[Dataset entries]
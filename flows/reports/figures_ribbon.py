"""The ribbon: one cell a beat in time order.

A rejected beat is a full cell with the capital letter of its reason, a flagged one an open cell with the small letter, an accepted one
a pale cell with a dot; no verdict is told by colour alone.
"""

from __future__ import annotations

from typing import TYPE_CHECKING

from flows.reports.figures import Data, element, figure, label, line
from flows.reports.wording import counted, is_number, listing, number

if TYPE_CHECKING:
    from markupsafe import Markup

    from flows.reports.reasons import Reasons

CELLS_IN_ROW = 40
CELL_WIDTH, CELL_HEIGHT, PITCH, ROW_HEIGHT, MARGIN = 19, 24, 22, 38, 62


def ribbon(run: Data, reasons: Reasons, name: str) -> Markup | None:
    """Return the ribbon of one run, or None for a run without beats; ``name`` prefixes its ids."""
    beats = run.get("beats") or ()
    if not beats:
        return None
    rows = -(-len(beats) // CELLS_IN_ROW)
    linked: set[str] = set()
    parts: list[Markup] = []
    for row in range(rows):
        chunk = beats[row * CELLS_IN_ROW : (row + 1) * CELLS_IN_ROW]
        top = 2 + row * ROW_HEIGHT
        start = chunk[0].get("start_s")
        parts.append(label(MARGIN - 10, top + 16, f"{start:.0f} s" if is_number(start) else "", anchor="end", class_="label quiet"))
        for place, beat in enumerate(chunk):
            parts.append(_cell(run, beat, reasons, (MARGIN + place * PITCH, top), linked))
    accepted = sum(beat.get("verdict") == "accepted" for beat in beats)
    counts = f"{counted(len(beats), 'beat')}, {accepted} accepted and {len(beats) - accepted} rejected"
    return figure(
        name,
        f"Beats of {run['run']} in time order",
        f"{counts}; every cell tells its beat and its reasons.",
        (MARGIN + min(len(beats), CELLS_IN_ROW) * PITCH + 2, rows * ROW_HEIGHT),
        *parts,
        role="group",
    )


def cell_words(run: Data, beat: Data, reasons: Reasons) -> str:
    """Return the whole text of a cell: beat, time, verdict and why."""
    mark = reasons.mark(str(run["run"]), int(beat["beat"]))
    words = f"Beat {beat['beat']} at {number(beat.get('start_s'), 4)} s: {beat.get('verdict')}"
    if mark.rejected_by:
        words += f" for {listing([reasons.title_of(check).lower() for check in mark.rejected_by])}"
    if mark.flagged_by:
        words += f"; flagged for {listing([reasons.title_of(check).lower() for check in mark.flagged_by])}"
    return words + ("; in the preload window" if beat.get("in_window") else "")


def _cell(run: Data, beat: Data, reasons: Reasons, place: tuple[float, float], linked: set[str]) -> Markup:
    left, top = place
    mark = reasons.mark(str(run["run"]), int(beat["beat"]))
    rejected = beat.get("verdict") != "accepted"
    kind = "rejected" if rejected else "flagged" if mark.flagged_by else "accepted"
    check = next(iter(mark.rejected_by if rejected else mark.flagged_by), None)
    words = cell_words(run, beat, reasons)
    sign = (reasons.letter_of(check) if rejected else reasons.letter_of(check).lower()) if check else "?" if rejected else "\u00b7"
    parts = [
        element("title", words),
        element("rect", x=left, y=top, width=CELL_WIDTH, height=CELL_HEIGHT, rx=2, class_="cell"),
        label(left + CELL_WIDTH / 2, top + 16.5, sign, anchor="middle", class_="sign"),
    ]
    if beat.get("in_window"):
        parts.append(line((left - 1.5, top + CELL_HEIGHT + 4), (left + PITCH - 1.5, top + CELL_HEIGHT + 4), "window-line"))
    if check is None or not reasons.by_check[check].findings:
        return element("g", *parts, class_=f"beat {kind}", role="img", aria_label=words)
    tab = "-1" if check in linked else None
    linked.add(check)
    return element("a", *parts, href=f"#{reasons.by_check[check].anchor}", class_=f"beat {kind}", aria_label=words, tabindex=tab)


def legend_cell(kind: str, sign: str) -> Markup:
    """Return one cell for the legend, drawn like those of the ribbon (``kind``: accepted, flagged, rejected or window)."""
    shown = "accepted" if kind == "window" else kind
    parts = [
        element("rect", x=1, y=1, width=CELL_WIDTH, height=CELL_HEIGHT, rx=2, class_="cell"),
        label(1 + CELL_WIDTH / 2, 17.5, sign, anchor="middle", class_="sign"),
    ]
    if kind == "window":
        parts.append(line((0, CELL_HEIGHT + 5), (CELL_WIDTH + 2, CELL_HEIGHT + 5), "window-line"))
    return element(
        "svg",
        element("g", *parts, class_=f"beat {shown}"),
        width=CELL_WIDTH + 2,
        height=CELL_HEIGHT + 8,
        viewBox=f"0 0 {CELL_WIDTH + 2} {CELL_HEIGHT + 8}",
        aria_hidden="true",
    )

About this exercise:
Return the lines above, starting at the one that contains "return words +" and running through the last, exactly as they appear, with no extra lines.

Finished exercise:
    return words + ("; in the preload window" if beat.get("in_window") else "")


def _cell(run: Data, beat: Data, reasons: Reasons, place: tuple[float, float], linked: set[str]) -> Markup:
    left, top = place
    mark = reasons.mark(str(run["run"]), int(beat["beat"]))
    rejected = beat.get("verdict") != "accepted"
    kind = "rejected" if rejected else "flagged" if mark.flagged_by else "accepted"
    check = next(iter(mark.rejected_by if rejected else mark.flagged_by), None)
    words = cell_words(run, beat, reasons)
    sign = (reasons.letter_of(check) if rejected else reasons.letter_of(check).lower()) if check else "?" if rejected else "\u00b7"
    parts = [
        element("title", words),
        element("rect", x=left, y=top, width=CELL_WIDTH, height=CELL_HEIGHT, rx=2, class_="cell"),
        label(left + CELL_WIDTH / 2, top + 16.5, sign, anchor="middle", class_="sign"),
    ]
    if beat.get("in_window"):
        parts.append(line((left - 1.5, top + CELL_HEIGHT + 4), (left + PITCH - 1.5, top + CELL_HEIGHT + 4), "window-line"))
    if check is None or not reasons.by_check[check].findings:
        return element("g", *parts, class_=f"beat {kind}", role="img", aria_label=words)
    tab = "-1" if check in linked else None
    linked.add(check)
    return element("a", *parts, href=f"#{reasons.by_check[check].anchor}", class_=f"beat {kind}", aria_label=words, tabindex=tab)


def legend_cell(kind: str, sign: str) -> Markup:
    """Return one cell for the legend, drawn like those of the ribbon (``kind``: accepted, flagged, rejected or window)."""
    shown = "accepted" if kind == "window" else kind
    parts = [
        element("rect", x=1, y=1, width=CELL_WIDTH, height=CELL_HEIGHT, rx=2, class_="cell"),
        label(1 + CELL_WIDTH / 2, 17.5, sign, anchor="middle", class_="sign"),
    ]
    if kind == "window":
        parts.append(line((0, CELL_HEIGHT + 5), (CELL_WIDTH + 2, CELL_HEIGHT + 5), "window-line"))
    return element(
        "svg",
        element("g", *parts, class_=f"beat {shown}"),
        width=CELL_WIDTH + 2,
        height=CELL_HEIGHT + 8,
        viewBox=f"0 0 {CELL_WIDTH + 2} {CELL_HEIGHT + 8}",
        aria_hidden="true",
    )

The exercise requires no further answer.